Gips also helped produce two features for Paramount Pictures. The Jon Chu feature film, Justin Bieber: Never Say Never and Katy Perry: Part of Me.

In television, he serves as executive producer & showrunner for A&E's Wahlburgers. In 2015, Gips was nominated for an Emmy Award for Outstanding Unstructured Reality Program. He also executive produced TLC's Welcome to Myrtle Manor, Style Network's XOX Betsey Johnson and WE tv's Braxton Family Values. The first season of BFV was the #1 rated reality show on WE tv and the network ordered a 13-episode second season of the show after the third episode. Gips has directed, produced and written for ABC's Academy Awards Red Carpet show and was a consulting producer for the A&E hit show, Duck Dynasty.
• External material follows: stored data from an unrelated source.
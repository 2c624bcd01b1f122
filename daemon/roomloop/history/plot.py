"""A picture of recorded zone histories (matplotlib, imported only here and only when asked for).

Per zone: temperature and set point (fail-safe shaded red, point faults shaded
yellow), the relay, and the anticipator and droop terms, against local time.
"""

from __future__ import annotations

import datetime as dt
import os
from collections.abc import Sequence
from zoneinfo import ZoneInfo

from roomloop.history.store import ZoneHistory
from roomloop.units import delta_from_kelvin, from_celsius


class PlotUnavailable(Exception):
    """matplotlib is not installed (the optional ``plot`` extra)."""


def _spans(
    times: Sequence[dt.datetime], flags: Sequence[bool]
) -> list[tuple[dt.datetime, dt.datetime]]:
    out = []
    start = None
    for k, flag in enumerate(flags):
        if flag and start is None:
            start = k
        if not flag and start is not None:
            out.append((times[start], times[k]))
            start = None
    if start is not None:
        out.append((times[start], times[-1]))
    return out


def write_history_plot(
    histories: Sequence[tuple[str, ZoneHistory]],
    path: str | os.PathLike[str],
    *,
    tz: ZoneInfo,
    units: str,
) -> None:
    """One group of three panels per zone. :class:`PlotUnavailable` without matplotlib."""
    try:
        import matplotlib

        matplotlib.use("Agg")
        import matplotlib.dates as mdates
        import matplotlib.pyplot as plt
    except ImportError as exc:
        raise PlotUnavailable(str(exc)) from None

    def site_t(value: float | None) -> float:
        if value is None:
            return float("nan")
        return from_celsius(value, units)

    delta = delta_from_kelvin(1.0, units)
    rows = len(histories)
    fig, axes = plt.subplots(
        3 * rows,
        1,
        figsize=(12, 6.5 * rows),
        sharex=True,
        gridspec_kw={"height_ratios": [3, 1, 1.5] * rows},
        squeeze=False,
    )
    for i, (title, h) in enumerate(histories):
        ax_t, ax_r, ax_a = axes[3 * i][0], axes[3 * i + 1][0], axes[3 * i + 2][0]
        times = [dt.datetime.fromtimestamp(t, tz) for t in h.time]
        faults = [False] * len(times)
        for column in h.points.values():
            for k, (_, verdict) in enumerate(column):
                if verdict not in ("ok", "absent"):
                    faults[k] = True
        for a, b in _spans(times, faults):
            ax_t.axvspan(a, b, color="gold", alpha=0.3, lw=0)
        for a, b in _spans(times, h.fail_safe):
            for ax in (ax_t, ax_r, ax_a):
                ax.axvspan(a, b, color="tab:red", alpha=0.15, lw=0)
        ax_t.plot(
            times, [site_t(v) for v in h.temperature], color="tab:red", lw=0.8, label="temperature"
        )
        ax_t.plot(
            times,
            [site_t(v) for v in h.setpoint],
            color="black",
            lw=1.0,
            ls="--",
            label="set point",
        )
        if h.outdoor is not None:
            ax_o = ax_t.twinx()
            ax_o.plot(times, [site_t(v) for v in h.outdoor], color="tab:cyan", lw=0.8)
            ax_o.set_ylabel(f"outdoor {units}", color="tab:cyan")
        ax_t.set_ylabel(units)
        ax_t.set_title(f"{title}  (red: fail-safe, yellow: a point not ok)", fontsize=10)
        ax_t.legend(loc="lower left", fontsize=8)
        ax_r.fill_between(
            times, [1.0 if r else 0.0 for r in h.relay], step="post", color="tab:orange", lw=0
        )
        ax_r.set_ylabel("relay")
        ax_r.set_yticks([0, 1], ["off", "on"])
        ax_a.plot(
            times,
            [a * delta for a in h.anticipator_k],
            color="tab:blue",
            lw=0.8,
            label="anticipator a",
        )
        ax_a.plot(
            times, [b * delta for b in h.droop_k], color="tab:purple", lw=1.0, label="droop term b"
        )
        ax_a.set_ylabel("F" if units == "F" else "K")
        ax_a.legend(loc="upper left", fontsize=8)
    axes[-1][0].xaxis.set_major_formatter(
        mdates.DateFormatter("%m-%d %H:%M", tz=tz)  # type: ignore[no-untyped-call]
    )
    fig.autofmt_xdate()
    fig.tight_layout()
    try:
        fig.savefig(os.fspath(path), dpi=90)
    finally:
        plt.close(fig)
Gips formed Unrealistic Ideas, a non-scripted production company with partners Mark Wahlberg and Stephen Levinson. Gips serves as president and has executive produced several projects through Unrealistic Ideas including the hit HBO true crime limited documentary series, McMIllions, Roku’s Run This City, HBO’s The Murders at Starved Rock, and HBO Max’s Wahl Street in which he also appears on camera.  Gips was nominated for an Emmy Award for Outstanding Documentary Or Nonfiction Series for McMillions, a Critic’s Choice Real TV Award for Best Business Show for Wahl Street, an IDA Documentary Award for Best Short Form Series for Run This City and a News and Documentary Emmy Award for Outstanding Crime and Justice Documentary for Murders at Starved Rock.

Filmography

Director
Chloe & Keith's Wedding  
The Ambassadors of Hollywood
83rd & 84th Annual Academy Awards Red Carpet Show (segments)
Loveless in Los Angeles

Writer
Chloe & Keith's Wedding  
Loveless in Los Angeles  
The Golden Blaze 
The Fifth Wheel
Blind Date

Producer
Katy Perry: Part of Me.
Justin Bieber: Never Say Never  
Wahlburgers  
Welcome to Myrtle Manor  
Duck Dynasty  
XOX Betsey Johnson  
Tamar & Vince  
Braxton Family Values  
Top Chef  
Loveless in Los Angeles  
Last Comic Standing
McMillions
’’Wahl Street’’

References

External links

American film producers
American male screenwriters
Writers from New York City
Year of birth missing (living people)
Living people
Syracuse University alumni
Tisch School of the Arts alumni
Film directors from New York City
Screenwriters from New York (state)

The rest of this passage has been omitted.